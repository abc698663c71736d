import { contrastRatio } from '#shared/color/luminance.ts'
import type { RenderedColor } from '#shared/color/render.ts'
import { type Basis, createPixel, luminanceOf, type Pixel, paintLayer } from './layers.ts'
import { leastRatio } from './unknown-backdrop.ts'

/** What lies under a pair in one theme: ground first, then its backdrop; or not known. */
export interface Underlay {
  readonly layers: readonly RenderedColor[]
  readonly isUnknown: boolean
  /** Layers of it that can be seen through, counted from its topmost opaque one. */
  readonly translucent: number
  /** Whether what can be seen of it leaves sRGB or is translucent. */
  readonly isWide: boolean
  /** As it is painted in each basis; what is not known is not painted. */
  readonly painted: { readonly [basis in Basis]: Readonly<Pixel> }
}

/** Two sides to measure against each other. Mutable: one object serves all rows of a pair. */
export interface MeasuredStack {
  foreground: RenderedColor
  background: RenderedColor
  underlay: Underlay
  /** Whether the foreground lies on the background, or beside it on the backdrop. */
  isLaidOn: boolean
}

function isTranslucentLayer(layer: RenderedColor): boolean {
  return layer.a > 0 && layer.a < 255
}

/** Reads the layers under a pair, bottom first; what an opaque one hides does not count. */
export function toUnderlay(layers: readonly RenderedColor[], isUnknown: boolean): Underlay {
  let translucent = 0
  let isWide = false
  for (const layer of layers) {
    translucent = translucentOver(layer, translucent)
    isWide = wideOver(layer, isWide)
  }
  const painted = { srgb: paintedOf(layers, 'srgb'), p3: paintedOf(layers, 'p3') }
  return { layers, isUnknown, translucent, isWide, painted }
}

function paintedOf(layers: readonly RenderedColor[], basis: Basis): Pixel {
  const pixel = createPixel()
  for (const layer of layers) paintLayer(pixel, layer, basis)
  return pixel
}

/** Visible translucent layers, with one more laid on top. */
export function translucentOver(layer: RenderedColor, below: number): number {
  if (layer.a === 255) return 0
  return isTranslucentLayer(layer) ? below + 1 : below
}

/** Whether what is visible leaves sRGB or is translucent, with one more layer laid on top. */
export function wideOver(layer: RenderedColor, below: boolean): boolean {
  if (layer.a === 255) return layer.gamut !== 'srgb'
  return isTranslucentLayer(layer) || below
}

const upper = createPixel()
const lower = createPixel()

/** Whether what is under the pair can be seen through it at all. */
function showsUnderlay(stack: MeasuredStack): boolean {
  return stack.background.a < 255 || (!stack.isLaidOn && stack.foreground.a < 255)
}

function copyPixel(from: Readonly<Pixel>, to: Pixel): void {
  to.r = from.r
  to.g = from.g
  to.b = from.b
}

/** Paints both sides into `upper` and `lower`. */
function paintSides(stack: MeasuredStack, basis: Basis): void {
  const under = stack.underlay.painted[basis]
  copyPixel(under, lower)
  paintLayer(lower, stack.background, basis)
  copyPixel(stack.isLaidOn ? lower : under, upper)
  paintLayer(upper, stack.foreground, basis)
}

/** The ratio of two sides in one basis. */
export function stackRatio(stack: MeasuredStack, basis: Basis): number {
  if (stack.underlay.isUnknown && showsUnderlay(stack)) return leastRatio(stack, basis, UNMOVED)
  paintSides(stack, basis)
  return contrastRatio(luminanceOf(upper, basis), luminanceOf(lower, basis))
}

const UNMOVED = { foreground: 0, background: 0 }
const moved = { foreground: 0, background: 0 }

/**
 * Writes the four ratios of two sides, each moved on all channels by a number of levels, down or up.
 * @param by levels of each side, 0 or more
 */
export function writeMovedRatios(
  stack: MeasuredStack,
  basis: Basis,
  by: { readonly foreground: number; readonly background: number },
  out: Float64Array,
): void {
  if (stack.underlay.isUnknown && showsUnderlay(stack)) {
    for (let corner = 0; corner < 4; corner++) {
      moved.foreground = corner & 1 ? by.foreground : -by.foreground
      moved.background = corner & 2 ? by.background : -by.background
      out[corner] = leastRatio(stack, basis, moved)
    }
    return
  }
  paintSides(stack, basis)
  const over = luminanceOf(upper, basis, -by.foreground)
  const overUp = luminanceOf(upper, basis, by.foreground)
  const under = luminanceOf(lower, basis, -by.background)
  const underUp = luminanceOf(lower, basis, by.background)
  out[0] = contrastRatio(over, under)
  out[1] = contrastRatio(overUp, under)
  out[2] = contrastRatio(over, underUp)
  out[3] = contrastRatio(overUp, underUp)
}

---

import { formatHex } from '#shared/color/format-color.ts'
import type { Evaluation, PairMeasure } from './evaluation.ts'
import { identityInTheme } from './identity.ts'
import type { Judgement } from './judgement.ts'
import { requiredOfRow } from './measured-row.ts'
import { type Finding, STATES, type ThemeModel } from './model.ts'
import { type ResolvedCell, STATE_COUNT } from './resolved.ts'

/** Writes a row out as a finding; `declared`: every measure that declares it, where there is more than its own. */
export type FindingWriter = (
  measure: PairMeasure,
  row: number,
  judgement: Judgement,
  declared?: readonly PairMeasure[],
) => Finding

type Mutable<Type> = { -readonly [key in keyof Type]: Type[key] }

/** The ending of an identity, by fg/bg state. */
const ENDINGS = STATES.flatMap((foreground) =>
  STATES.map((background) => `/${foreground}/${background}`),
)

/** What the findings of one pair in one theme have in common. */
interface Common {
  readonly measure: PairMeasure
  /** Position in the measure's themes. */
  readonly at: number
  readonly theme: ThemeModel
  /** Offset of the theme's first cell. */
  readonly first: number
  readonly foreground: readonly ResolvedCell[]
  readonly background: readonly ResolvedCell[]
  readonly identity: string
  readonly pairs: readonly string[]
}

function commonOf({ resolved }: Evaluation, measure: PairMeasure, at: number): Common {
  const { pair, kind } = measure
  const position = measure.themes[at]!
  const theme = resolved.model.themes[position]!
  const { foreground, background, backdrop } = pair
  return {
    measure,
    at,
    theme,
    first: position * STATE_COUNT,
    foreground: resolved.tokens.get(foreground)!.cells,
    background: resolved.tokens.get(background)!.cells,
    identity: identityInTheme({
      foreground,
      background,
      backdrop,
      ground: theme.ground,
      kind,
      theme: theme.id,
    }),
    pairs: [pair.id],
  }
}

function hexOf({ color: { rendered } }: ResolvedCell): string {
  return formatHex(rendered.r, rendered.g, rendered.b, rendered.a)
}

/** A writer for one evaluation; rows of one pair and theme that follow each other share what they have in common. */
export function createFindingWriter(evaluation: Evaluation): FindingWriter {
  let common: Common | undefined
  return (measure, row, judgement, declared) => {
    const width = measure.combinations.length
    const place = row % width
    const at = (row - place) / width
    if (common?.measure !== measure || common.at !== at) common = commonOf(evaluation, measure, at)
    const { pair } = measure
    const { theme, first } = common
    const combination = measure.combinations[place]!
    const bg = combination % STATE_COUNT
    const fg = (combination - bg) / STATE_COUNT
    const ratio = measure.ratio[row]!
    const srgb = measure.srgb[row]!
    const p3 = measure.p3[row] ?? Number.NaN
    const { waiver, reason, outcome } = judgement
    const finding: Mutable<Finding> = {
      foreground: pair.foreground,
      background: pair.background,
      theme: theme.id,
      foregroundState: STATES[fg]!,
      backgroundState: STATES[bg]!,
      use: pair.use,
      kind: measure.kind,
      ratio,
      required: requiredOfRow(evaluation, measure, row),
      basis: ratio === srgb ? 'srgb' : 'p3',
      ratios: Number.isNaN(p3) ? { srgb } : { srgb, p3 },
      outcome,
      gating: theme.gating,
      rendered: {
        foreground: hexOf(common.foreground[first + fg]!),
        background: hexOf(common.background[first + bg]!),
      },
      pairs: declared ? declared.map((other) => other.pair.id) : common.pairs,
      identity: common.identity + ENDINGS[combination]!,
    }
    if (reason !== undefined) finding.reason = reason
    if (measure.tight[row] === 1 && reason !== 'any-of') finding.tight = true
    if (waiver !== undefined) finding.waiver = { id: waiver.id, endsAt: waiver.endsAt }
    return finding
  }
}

...

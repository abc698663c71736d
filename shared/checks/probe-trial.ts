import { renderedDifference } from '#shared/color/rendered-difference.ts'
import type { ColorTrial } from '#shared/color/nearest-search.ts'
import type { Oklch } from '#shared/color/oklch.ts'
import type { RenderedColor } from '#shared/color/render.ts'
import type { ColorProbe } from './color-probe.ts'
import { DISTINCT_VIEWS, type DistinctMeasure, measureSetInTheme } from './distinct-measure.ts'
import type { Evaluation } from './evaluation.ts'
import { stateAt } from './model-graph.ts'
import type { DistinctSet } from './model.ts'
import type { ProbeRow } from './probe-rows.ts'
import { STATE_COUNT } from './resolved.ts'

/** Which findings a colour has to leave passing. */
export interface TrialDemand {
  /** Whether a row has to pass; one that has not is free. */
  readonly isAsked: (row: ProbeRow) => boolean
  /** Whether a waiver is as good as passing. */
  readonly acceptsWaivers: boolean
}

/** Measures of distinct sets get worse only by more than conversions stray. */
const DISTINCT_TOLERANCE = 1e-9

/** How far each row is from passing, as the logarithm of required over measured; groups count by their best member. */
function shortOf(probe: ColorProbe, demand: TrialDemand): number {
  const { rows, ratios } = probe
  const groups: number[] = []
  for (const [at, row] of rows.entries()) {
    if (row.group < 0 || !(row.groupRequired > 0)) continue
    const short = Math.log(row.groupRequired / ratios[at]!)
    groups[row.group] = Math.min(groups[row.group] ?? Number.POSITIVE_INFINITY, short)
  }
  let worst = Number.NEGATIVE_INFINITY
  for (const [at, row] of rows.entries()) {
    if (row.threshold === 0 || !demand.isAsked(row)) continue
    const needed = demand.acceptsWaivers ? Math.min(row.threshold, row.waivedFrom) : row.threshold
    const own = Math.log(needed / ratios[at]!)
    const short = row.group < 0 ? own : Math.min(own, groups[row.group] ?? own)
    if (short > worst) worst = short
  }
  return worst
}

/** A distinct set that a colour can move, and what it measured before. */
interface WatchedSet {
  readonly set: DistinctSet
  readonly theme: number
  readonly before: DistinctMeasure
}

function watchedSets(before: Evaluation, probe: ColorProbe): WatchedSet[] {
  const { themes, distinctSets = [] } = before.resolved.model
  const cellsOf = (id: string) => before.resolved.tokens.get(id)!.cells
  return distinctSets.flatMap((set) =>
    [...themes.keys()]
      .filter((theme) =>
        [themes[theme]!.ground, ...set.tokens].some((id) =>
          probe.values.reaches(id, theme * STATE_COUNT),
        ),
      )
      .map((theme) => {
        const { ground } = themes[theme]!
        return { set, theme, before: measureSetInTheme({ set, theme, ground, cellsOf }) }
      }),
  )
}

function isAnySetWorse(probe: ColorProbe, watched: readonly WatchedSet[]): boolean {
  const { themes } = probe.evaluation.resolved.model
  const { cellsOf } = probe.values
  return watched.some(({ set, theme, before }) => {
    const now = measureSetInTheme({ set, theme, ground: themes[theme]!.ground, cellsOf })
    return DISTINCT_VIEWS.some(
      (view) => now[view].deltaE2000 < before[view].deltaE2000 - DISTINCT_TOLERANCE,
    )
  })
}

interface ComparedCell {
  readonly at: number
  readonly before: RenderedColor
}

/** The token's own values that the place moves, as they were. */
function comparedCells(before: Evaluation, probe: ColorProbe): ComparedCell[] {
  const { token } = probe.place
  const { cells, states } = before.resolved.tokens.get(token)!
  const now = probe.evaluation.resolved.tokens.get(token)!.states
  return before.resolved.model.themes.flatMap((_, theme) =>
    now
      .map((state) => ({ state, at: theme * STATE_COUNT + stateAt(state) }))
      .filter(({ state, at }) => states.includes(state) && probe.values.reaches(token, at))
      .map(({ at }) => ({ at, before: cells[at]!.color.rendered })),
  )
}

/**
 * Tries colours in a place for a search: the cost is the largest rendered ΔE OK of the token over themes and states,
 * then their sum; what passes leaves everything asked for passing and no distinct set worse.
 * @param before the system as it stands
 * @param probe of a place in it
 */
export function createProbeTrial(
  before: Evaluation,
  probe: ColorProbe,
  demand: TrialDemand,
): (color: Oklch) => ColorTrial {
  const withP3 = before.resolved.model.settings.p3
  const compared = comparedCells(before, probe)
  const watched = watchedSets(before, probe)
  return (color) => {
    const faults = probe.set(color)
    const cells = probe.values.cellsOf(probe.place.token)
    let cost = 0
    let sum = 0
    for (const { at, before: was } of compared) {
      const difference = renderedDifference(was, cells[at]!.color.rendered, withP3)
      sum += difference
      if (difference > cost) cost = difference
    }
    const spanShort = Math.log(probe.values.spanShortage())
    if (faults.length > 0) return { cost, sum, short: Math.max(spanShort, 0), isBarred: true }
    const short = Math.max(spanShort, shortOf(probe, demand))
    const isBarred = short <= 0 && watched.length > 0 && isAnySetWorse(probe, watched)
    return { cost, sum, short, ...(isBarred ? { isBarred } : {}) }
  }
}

◆ **TASK**: In the listing above, find the line containing "probe: ColorProbe): ComparedCell[]" and the line containing "const now = probe.evaluation.resolved.tokens.get(token)!.states", then quote both, plus every line between them, exactly as written.

◆ **RESPONSE TO THE TASK**:
function comparedCells(before: Evaluation, probe: ColorProbe): ComparedCell[] {
  const { token } = probe.place
  const { cells, states } = before.resolved.tokens.get(token)!
  const now = probe.evaluation.resolved.tokens.get(token)!.states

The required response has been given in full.